← Back to homepage
Monocular Dynamic 3D Reconstruction
With only ordinary RGB video—no depth sensor, no rig—can we recover dynamic 3D scene geometry and motion?
Monocular dynamic 3D reconstruction takes a single moving camera observing a deforming scene and tries to recover a 4D representation including geometry, appearance, and motion. The problem is fundamentally under-constrained at any one instant, and progress depends on how well the chosen scene representation and supervision signals work together.
We've approached this in two ways. First, per-scene methods fit a representation to a single video. We consider what motion models and regularisations can help (GauFRe, MonoDyGauBench), and what additional information might resolve the ambiguity, e.g., semantics, attention, and optical flow supervision (SAFF). Second, Zero-MSF is data driven: a feed-forward model trained on millions of synthetic examples that transfers zero-shot to real video, with no per-scene fitting.
Authors
Abhishek Badki · Orazio Gallo · Leonidas J. Guibas · Adam Harley · Numair Khan · Eliot Laidlaw · Douglas Lanman · Yiqing Liang · Runfeng Li · Zhengqin Li · Alexander Meyerowitz · Thu Nguyen-Phuoc · Mikhail Okunev · Srinath Sridhar · Hang Su · Mikaela Angelina Uy · Lei Xiao
Papers in this thread
International Conference on Computer Vision (ICCV), 2023
Reconstructs a 4D neural volume carrying not just colour and density but also scene flow, semantics, and attention, then uses the latter two to decompose foreground objects from background across spacetime without supervision.
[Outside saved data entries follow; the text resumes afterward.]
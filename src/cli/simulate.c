/* SPDX-License-Identifier: GPL-3.0-or-later */
#include "cli/command.h"

#include "base/error.h"
#include "base/json.h"
#include "cli/file.h"
#include "simulation/simulation.h"

#include <ctype.h>
#include <errno.h>
#include <stdlib.h>
#include <string.h>

static const unsigned long seed_most = 0xFFFFFFFFul;
enum { COUNT_MOST = 1000000, DEFECTS_MOST = 2 };

/* --- options --- */

static enum rf_status read_whole(const char *option, const char *value, unsigned long most,
                                 unsigned long *number, struct rf_error *error)
{
    char *end = NULL;
    errno = 0;
    unsigned long read = strtoul(value, &end, 10);
    if (!isdigit((unsigned char)value[0]) || *end != '\0' || errno != 0 || read > most)
        return fail(error, RF_USAGE, "simulate: --%s: found %s; needs a whole number from 0 to %lu",
                    option, value, most);
    *number = read;
    return RF_OK;
}

static enum rf_status number_option(const struct invocation *invocation, const char *option,
                                    unsigned long most, unsigned long *number,
                                    struct rf_error *error)
{
    const char *value = option_value(invocation, option);
    return value == NULL ? RF_OK : read_whole(option, value, most, number, error);
}

/* --- the defect asked for --- */

/* Its `ohms` or `metres`, 0 where it has none. */
static enum rf_status read_value(const struct json_at *fault, double *value, struct rf_error *error)
{
    static const char *const keys[] = {"ohms", "metres"};
    enum rf_status status = RF_OK;
    for (size_t i = 0; i < sizeof keys / sizeof keys[0] && status == RF_OK; i++) {
        struct json_at member = json_member(fault, keys[i]);
        if (json_given(&member))
            status = json_number(&member, 1e-4, 1e4, "a number from 0.0001 to 10000", value, error);
    }
    return status;
}

/* `--fault`, as `found` has it, with the value of its parameter beside its fields. */
static enum rf_status read_fault(const char *text, const struct rf_job *ring,
                                 const struct rf_models *models, struct simulation *simulation,
                                 struct rf_error *error)
{
    static char source[] = "--fault";
    cJSON *document = NULL;
    enum rf_status status = json_parse(text, strlen(text), source, JSON_DOCUMENT, &document, error);
    struct rf_job with = *ring; /* borrows all of it */
    with.source = source;
    with.found = document;
    if (status == RF_OK)
        status = hypothesis_from_found(&with, models, &simulation->hypothesis, error);
    struct json_at fault = json_document(document, source);
    struct json_at also = json_member(&fault, "also");
    if (status == RF_OK)
        status = read_value(&fault, &simulation->value[0], error);
    if (status == RF_OK && json_given(&also))
        status = read_value(&also, &simulation->value[1], error);
    simulation->given = true;
    cJSON_Delete(document);
    return status;
}

/* --- one job --- */

static enum rf_status read_ring(const struct invocation *invocation, uint32_t seed,
                                const struct text *file, struct rf_job **ring,
                                struct rf_error *error)
{
    enum ring_plan plan = option_value(invocation, "extra") != NULL ? PLAN_EXTRA : PLAN_STANDARD;
    if (invocation->n_operands == 0)
        return simulation_random_ring(seed, plan, ring, error);
    const char *path = invocation->operands[0];
    const char *name = strcmp(path, "-") == 0 ? "standard input" : path;
    return simulation_read_ring(file->bytes != NULL ? file->bytes : "", file->length, name, ring,
                                error);
}

/* Writes the truth to its file, and takes what was found out of the job. */
static enum rf_status hold_back(struct truth *truth, const char *path, struct rf_error *error)
{
    struct text out = {0};
    enum rf_status status = truth_write(truth, &out, error);
    if (status == RF_OK)
        status = file_write(path, &out, error);
    text_finish(&out);
    cJSON_DeleteItemFromObjectCaseSensitive(truth->document, "found");
    return status;
}

static enum rf_status put_job(const struct truth *truth, bool one_line, struct rf_error *error)
{
    struct text out = {0};
    enum rf_status status = truth_write_job(truth, one_line, &out, error);
    if (status == RF_OK && (out.length == 0 || out.bytes[out.length - 1] != '\n'))
        text_add(&out, "\n");
    if (status == RF_OK)
        status = put(&out, error);
    text_finish(&out);
    return status;
}

static enum rf_status simulate_one(const struct invocation *invocation,
                                   const struct rf_models *models, const struct text *file,
                                   struct simulation simulation, bool one_line,
                                   struct rf_error *error)
{
    const char *fault = option_value(invocation, "fault");
    const char *held_back = option_value(invocation, "hold-back");
    struct rf_job *ring = NULL;
    struct truth *truth = NULL;
    enum rf_status status = read_ring(invocation, simulation.seed, file, &ring, error);
    if (status == RF_OK && fault != NULL)
        status = read_fault(fault, ring, models, &simulation, error);
    if (status == RF_OK)
        status = simulate(ring, models, &simulation, &truth, error);
    if (status == RF_OK && held_back != NULL)
        status = hold_back(truth, held_back, error);
    if (status == RF_OK)
        status = put_job(truth, one_line, error);
    truth_destroy(truth);
    rf_job_destroy(ring);
    return status;
}

/* --- the command --- */

static enum rf_status refuse_together(const struct invocation *invocation, struct rf_error *error)
{
    bool count = option_value(invocation, "count") != NULL;
    if (count && option_value(invocation, "hold-back") != NULL)
        return fail(error, RF_USAGE,
                    "simulate: --hold-back keeps one job's truth; needs no --count");
    if (option_value(invocation, "fault") != NULL && option_value(invocation, "defects") != NULL)
        return fail(error, RF_USAGE,
                    "simulate: --defects draws defects and --fault gives them; needs one of them");
    if (invocation->n_operands > 0 && option_value(invocation, "extra") != NULL)
        return fail(error, RF_USAGE,
                    "simulate: --extra is for invented rings; a ring's file says "
                    "itself what is read on it");
    return RF_OK;
}

static enum rf_status simulate_all(const struct invocation *invocation,
                                   const struct rf_models *models, struct rf_error *error)
{
    unsigned long seed = 0, count = 1, defects = 0;
    struct text file = {0};
    enum rf_status status = refuse_together(invocation, error);
    if (status == RF_OK)
        status = number_option(invocation, "seed", seed_most, &seed, error);
    if (status == RF_OK)
        status = number_option(invocation, "count", COUNT_MOST, &count, error);
    if (status == RF_OK)
        status = number_option(invocation, "defects", DEFECTS_MOST, &defects, error);
    if (status == RF_OK && invocation->n_operands > 0)
        status = file_read(invocation->operands[0], JOB_MAX_BYTES, &file, error);
    bool one_line = option_value(invocation, "count") != NULL;
    for (unsigned long i = 0; i < count && status == RF_OK; i++) {
        const struct simulation simulation = {
            .seed = (uint32_t)(seed + i), /* beyond the last comes the first again */
            .defects = (size_t)defects,
        };
        status = simulate_one(invocation, models, &file, simulation, one_line, error);
    }
    text_finish(&file);
    return status;
}

static enum rf_class run(const struct invocation *invocation)
{
    return run_with_models(invocation, simulate_all);
}

const struct command command_simulate = {
    .name = "simulate",
    .summary = "make up a job: a ring and a fault in, noisy readings out",
    .operands = "[RING]",
    .about =
        "Writes a job as it might have been recorded on a ring with a defect, or with none: "
        "lengths, cable, instrument and noise are drawn from the models a diagnosis uses. What is "
        "wrong stands in the job as what was found.\n\n"
        "RING is a job file; its readings say what is read and how often, and where it has none, "
        "the ends and both crossed tests with the line are. - reads standard input. Without RING, "
        "a "
        "ring of 4 to 14 points is made up too.\n\n"
        "The same seed makes the same job. Every number in it is invented.",
    .n_options = 7,
    .options =
        {
            {"fault", "JSON",
             "this defect, as \"found\" has it, with \"ohms\" or \"metres\" beside the fields if "
             "they are not to be drawn; else one is drawn, or none, as the models have it"},
            {"defects", "N", "draw so many defects, 1 or 2; 0: one or none"},
            {"seed", "N", "draw from this seed, 0 to 4294967295; else 0"},
            {"count", "N", "so many jobs, each on one line, with the seeds from there on"},
            {"extra", NULL, "on a ring that is made up, read at some other set-ups besides"},
            {"hold-back", "FILE",
             "keep what is wrong out of the job and write it to FILE, for ringfettle answer"},
            {"models", "DIR", "take the models from DIR instead of those compiled in"},
        },
    .least = 0,
    .most = 1,
    .needs = "nothing",
    .run = run,
};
arXiv (Dec. 2023) + WACV, 2025
Casts monocular dynamic reconstruction as a canonical Gaussian template plus a forward-warping deformation field, with a separate static component initialised to absorb non-moving regions so the deformation focuses on what actually moves. Trains in roughly twenty minutes and renders in real time.
Transactions on Machine Learning Research (TMLR), 2025
An apples-to-apples benchmark of monocular dynamic Gaussian splatting methods, categorised by motion representation. Method differences are resolvable on synthetic data but get swamped by real-world scene complexity, and the optimisation is uniformly brittle.
Computer Vision and Pattern Recognition (CVPR), 2025
A feed-forward model that jointly predicts geometry and scene flow, trained on a one-million-sample synthetic recipe. Generalises zero-shot to casual DAVIS video and RoboTAP manipulation scenes—no per-scene optimisation required.